Thermodynamic and transport anomalies near isotropic-nematic phase transition

TL;DR

This study uses computer simulations to analyze thermodynamic and transport anomalies near the isotropic-nematic phase transition in liquid crystals, revealing non-monotonic behaviors linked to pseudo-nematic domains.

Contribution

It provides a theoretical explanation for anomalies near the I-N transition by connecting them to pseudo-nematic domains and translation-rotation coupling at the molecular level.

Findings

Non-monotonic variation of specific heat, sound attenuation, and thermal diffusivity near I-N transition

Cusp-like behavior of sound attenuation coefficient

Anomalies attributed to formation and melting of pseudo-nematic domains

Abstract

A theoretical study of the variation of thermodynamic and transport properties of calamitic liquid crystals across the isotropic-nematic phase transition is carried out by calculating the {\it wavenumber (k) and time (t)} dependent intermediate scattering function of the liquid, via computer simulations of model nematogens.

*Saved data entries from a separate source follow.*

"""An environment applied to a network: the one rule for bounds and exchanges
(:func:`apply_environment`), and what it set (:class:`AppliedEnvironment`)."""

from __future__ import annotations

import math
from dataclasses import dataclass

import cobra

from ..errors import NetworkFileError
from .environment import Environment


@dataclass(frozen=True)
class AppliedEnvironment:
    """What :func:`apply_environment` set on a network.

    Attributes
    ----------
    log_bounds : dict
        Metabolite id -> (ln lower, ln upper) of its concentration (mol/L; gases bar); a fed
        compound has lower == upper.
    feed_ids : dict
        Feed key of the environment -> metabolite id.
    demand_id : str or None
        The demand reaction.
    no_activity : frozenset
        Water and H+: no concentration variable.
    """

    log_bounds: dict[str, tuple[float, float]]
    feed_ids: dict[str, str]
    demand_id: str | None
    no_activity: frozenset[str]


def apply_environment(model: cobra.Model, environment: Environment,
                      no_activity: set[str]) -> AppliedEnvironment:
    """Apply an environment to a network: the one rule for bounds and exchanges.

    Sets the flux bounds of every boundary reaction (:meth:`Environment.exchange_bounds`: fed
    compounds, water and H+ open, outlets export only, the demand at its flux, the rest closed;
    undone on leaving an enclosing ``with model:``) and returns the ln-concentration bounds of
    every compound with an activity term (:meth:`Environment.metabolite_bounds`).

    Raises
    ------
    NetworkFileError
        A feed or demand that names nothing in the network, empty bounds, a fed compound without
        an exchange.
    """
    if not isinstance(environment, Environment):
        raise NetworkFileError(f"environment: expected an Environment (read with "
                               f"Environment.from_toml), got {type(environment).__name__}")
    concentration = environment.metabolite_bounds(model, no_activity)
    bounds = {m: (math.log(lo), math.log(hi)) for m, (lo, hi) in concentration.items()}
    feed_ids = {str(key): environment.resolve(model, key).id for key in environment.feed}
    feed_ids.update({key: met_id for met_id, (key, _) in environment.fluid_feed(model).items()})
    environment.apply_exchange_bounds(model, no_activity)
    return AppliedEnvironment(bounds, feed_ids, environment.demand_reaction, frozenset(no_activity))
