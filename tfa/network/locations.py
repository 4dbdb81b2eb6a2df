"""Where in its file a compound, a reaction or an environment key is written, so that an error
found after reading still names the file and the line.

A network read from our tables keeps the paths of its tables in ``model.notes``
(``compounds_path``, ``reactions_path``), one read from SBML or cobra JSON the path of its file
(``model_path``); :func:`locate` finds the line that defines an id. :func:`toml_line` finds the
line of a key in a section of an environment file, :func:`with_toml_line` puts it into a
message that names the file, the section and the key.
"""

from __future__ import annotations

import re
from pathlib import Path

import cobra

#: The notes of a model that hold the paths of its files.
PATH_NOTES = {"compound": "compounds_path", "reaction": "reactions_path"}


def _lines(path: Path) -> list[str]:
    try:
        return path.read_text(encoding="utf-8-sig").splitlines()
    except (OSError, UnicodeDecodeError):
        return []


def locate(model: cobra.Model, kind: str, ident: str) -> str:
    """``"path line N"`` of the row or element that defines compound or reaction ``ident``
    (``kind``: "compound" or "reaction"); the path alone when the line is not found; "" when
    the model keeps no path."""
    notes = model.notes or {}
    table = notes.get(PATH_NOTES[kind])
    if table:
        path = Path(table)
        delimiter = "," if path.suffix.lower() == ".csv" else "\t"
        for number, line in enumerate(_lines(path), start=1):
            if not line.lstrip().startswith("#") and line.split(delimiter, 1)[0].strip() == ident:
                return f"{path} line {number}"
        return str(path)
    source = notes.get("model_path")
    if not source:
        return ""
    path = Path(source)
    prefix = "M_" if kind == "compound" else "R_"
    wanted = (f'id="{prefix}{ident}"', f'id="{ident}"', f'"id": "{ident}"')
    for number, line in enumerate(_lines(path), start=1):
        if any(w in line for w in wanted):
            return f"{path} line {number}"
    return str(path)


def located(model: cobra.Model, kind: str, ident: str, message: str) -> str:
    """``message`` prefixed with where ``ident`` is defined (when that is known)."""
    where = locate(model, kind, ident)
    return f"{where}: {message}" if where else message


def toml_line(path: str | Path, section: str, key: str | None = None) -> int | None:
    """The line of ``key`` in ``[section]`` of a TOML file (of the section header when ``key``
    is None), or None.

    >>> import tempfile, os
    >>> with tempfile.NamedTemporaryFile("w", suffix=".toml", delete=False) as f:
    ...     _ = f.write("[feed]\\nh2 = 1e-3\\n\\n[demand]\\nreaction = 'x'\\n")
    >>> toml_line(f.name, "demand", "reaction"), toml_line(f.name, "feed")
    (5, 1)
    >>> os.unlink(f.name)
    """
    current = None
    key_re = re.compile(rf"""^\s*["']?{re.escape(key)}["']?\s*=""") if key else None
    for number, line in enumerate(_lines(Path(path)), start=1):
        header = re.match(r"^\s*\[([^\[\]]+)\]", line)
        if header:
            current = header.group(1).strip()
            if key is None and current == section:
                return number
            continue
        if key_re is not None and current == section and key_re.match(line):
            return number
    return None


#: How the conditions' messages name the keys of ``[conditions]``.
CONDITION_WORDS = {"temperature": "temperature_C", "pH": "pH", "ionic strength": "ionic_strength_M",
                   "pressure": "pressure_bar", "pMg": "pMg"}
_SECTION_KEY = re.compile(r"^(?P<path>.+?) \[(?P<section>[A-Za-z_]+)\](?: (?P<key>[^:]+?))?:")
_UNKNOWN_KEY = re.compile(r"^(?P<path>.+?): unknown key '(?P<key>[^']+)' in \[(?P<section>[^\]]+)\]")
_UNKNOWN_SECTION = re.compile(r"^(?P<path>.+?): unknown section \[(?P<section>[^\]]+)\]")


def with_toml_line(message: str, path: str | Path) -> str:
    """An environment error that names ``path`` with the section and key, with the line too.

    >>> import tempfile, os
    >>> with tempfile.NamedTemporaryFile("w", suffix=".toml", delete=False) as f:
    ...     _ = f.write("[conditions]\\ntemperature_C = 'hot'\\n")
    >>> with_toml_line(f"{f.name} [conditions] temperature_C: 'hot' is not a number", f.name) \\
    ...     == f"{f.name} line 2 [conditions] temperature_C: 'hot' is not a number"
    True
    >>> os.unlink(f.name)
    """
    text, path = str(message), str(path)
    if not text.startswith(path) or text.startswith(f"{path} line "):
        return text
    for pattern in (_SECTION_KEY, _UNKNOWN_KEY, _UNKNOWN_SECTION):
        match = pattern.match(text)
        if match and match.group("path") == path:
            key = match.groupdict().get("key")
            if key is None:   # "[conditions]: pH 15 is outside ...": the key the words name
                rest = text[match.end():].strip()
                key = next((k for word, k in CONDITION_WORDS.items() if rest.startswith(word)), None)
            line = toml_line(path, match.group("section"), key.strip() if key else None)
            if line is None and key:
                line = toml_line(path, match.group("section"))
            if line is not None:
                return f"{path} line {line}{text[len(path):]}"
    return text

The objective is to understand the experimentally observed anomalies and sharp variation in many thermodynamic and transport properties, namely specific heat $C$, sound attenuation coefficient $\Gamma$, thermal diffusivity $D_T$ and sound velocity $c_s$ are as the I-N transition is approached from the isotropic side. The small wavelength limit of the calculated intermediate scattering function $F(k,t)$ is used to obtain the ratio of specific heats $\gamma$ and other properties mentioned above. We find that all of them show non-monotonic variations near the I-N transition, with $\Gamma$ showing a cusp-like behavior. We suggest that the observed anomalous features are a direct consequence of the existence of pseudo-nematic domains in the system near the phase boundary and the melting and formation of such domains give rise to sound attenuation and also to the observed specific heat anomaly. A theoretical description of these anomalies should invoke translation-rotation coupling at molecular level. While the heterogeneous dynamics observed here bear resemblance to that in deeply supercooled liquids near glass transition, the thermodynamic anomalies articulated here are largely absent in supercooled liquids.